Hong Kong lifts quarantine measures after economy takes a beating

Hong Kong lifts quarantine measures after economy takes a beating

Hong Kong is lifting its strict hotel quarantine for inbound travelers that has eroded the city’s status as a financial center, hammered the economy and caused an exodus of residents.

The policy of quarantining visitors and residents at one point for three weeks in a hotel had been in effect for two and a half years, effectively cutting off the city from the rest of the world and mainland China.

John Lee, the city’s chief executive, said the quarantine requirement would be lifted from Monday, but travelers would be subject to testing and monitoring three days after landing.

“We need to provide as much space as possible to enable connectivity to the world so that we can have economic momentum and reduce inconvenience to arriving travelers,” Lee said Friday.

Hong Kong has been forced to implement a version of Beijing’s stifling zero-Covid-19 policy, though it has escaped the strict lockdowns that have paralyzed Chinese megacities.

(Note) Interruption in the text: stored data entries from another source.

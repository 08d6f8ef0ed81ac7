import { Injectable, inject, signal } from '@angular/core';
import type { FitSummary, PanelVersionSummary, PeerGroupReply, PeerGroupSummary } from '@contract';
import { firstValueFrom } from 'rxjs';
import { type ApiProblem, toApiProblem } from '../../api/api-problem';
import { FitsApi } from '../../api/fits-api';
import { PanelsApi } from '../../api/panels-api';
import { PeersApi } from '../../api/peers-api';
import type { PanelCompany } from '../peer-draft';

/** A version with the panel it stands on and the fits that came of it. */
export interface SideVersion {
  readonly group: PeerGroupReply;
  readonly panel: PanelVersionSummary;
  /** Of that panel version. */
  readonly companies: readonly PanelCompany[];
  /** Those that are done, newest first. */
  readonly fits: readonly FitSummary[];
}

export type CompareView =
  | { readonly kind: 'loading' }
  /** Fewer than two versions are saved. */
  | { readonly kind: 'too-few' }
  | {
      readonly kind: 'ready';
      /** Newest first. */
      readonly versions: readonly PeerGroupSummary[];
      readonly a: SideVersion;
      readonly b: SideVersion;
    }
  | { readonly kind: 'failed'; readonly problem: ApiProblem };

/** Two versions of the peer group side by side. */
@Injectable()
export class CompareStore {
  readonly #peers = inject(PeersApi);
  readonly #panels = inject(PanelsApi);
  readonly #fits = inject(FitsApi);
  readonly #view = signal<CompareView>({ kind: 'loading' });
  /** Counts the loads, so that a reply that was overtaken changes nothing. */
  #loads = 0;

  readonly view = this.#view.asReadonly();

  /** Loads the two versions with these ids; where one is not named, the newest and the one before it. */
  async load(a: string | undefined, b: string | undefined): Promise<void> {
    const turn = ++this.#loads;
    // Two versions stay on the screen while others are fetched: the lists to choose from keep the focus.
    if (this.#view().kind !== 'ready') this.#view.set({ kind: 'loading' });
    const view = await this.#read(a, b).catch((error: unknown): CompareView => ({
      kind: 'failed',
      problem: toApiProblem(error),
    }));
    if (turn === this.#loads) this.#view.set(view);
  }

  async #read(a: string | undefined, b: string | undefined): Promise<CompareView> {
    const [{ versions }, { versions: panels }, { fits }] = await Promise.all([
      firstValueFrom(this.#peers.list()),
      firstValueFrom(this.#panels.versions()),
      firstValueFrom(this.#fits.list()),
    ]);
    if (versions.length < 2) return { kind: 'too-few' };
    const second = b ?? versions[0].id;
    const before = versions.find(({ id }) => id !== second)?.id ?? second;
    const [first, last] = await Promise.all(
      [a ?? before, second].map((id) => this.#side(id, panels, fits)),
    );
    return { kind: 'ready', versions, a: first, b: last };
  }

  async #side(
    id: string,
    panels: readonly PanelVersionSummary[],
    fits: readonly FitSummary[],
  ): Promise<SideVersion> {
    const group = await firstValueFrom(this.#peers.read(id));
    const panel = panels.find((version) => version.id === group.panelVersionId);
    if (panel === undefined) throw new Error(`peer group ${id} stands on no panel version known`);
    const { companies } = await firstValueFrom(this.#panels.companies(panel.id));
    return {
      group,
      panel,
      companies,
      fits: fits.filter(({ peerGroupId, state }) => peerGroupId === id && state === 'done'),
    };
  }
}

But after a devastating wave of the Omicron variant swept through the city and a change of leadership, authorities have slowly eased restrictions. Currently, travelers have to stay in a hotel for three days.

Friday’s announcement followed intensive lobbying by both the international and local business community.

“Business is suffering greatly due to the inability to travel,” said a senior executive at a Hong Kong-listed developer. “General economic sentiment is very bad and needs a major rebound.”

The policy change also precedes a major financial forum and the return of the Rugby Sevens tournament in early November. City leaders hope the events will draw businesses back into Chinese territory.

Beijing appeared to authorize Hong Kong authorities on Tuesday to relax border measures. Huang Liuquan, the deputy head of the Hong Kong and Macau Affairs Office of the State Council, said it would be “understandable” if officials relaxed restrictions.

Passengers who test positive on arrival must isolate themselves at home, in a hotel or in a community isolation center.

But travelers no longer need to take a PCR test 48 hours before arriving in Hong Kong and are allowed to self-check for three days. But they will still be banned from restaurants and bars during that period.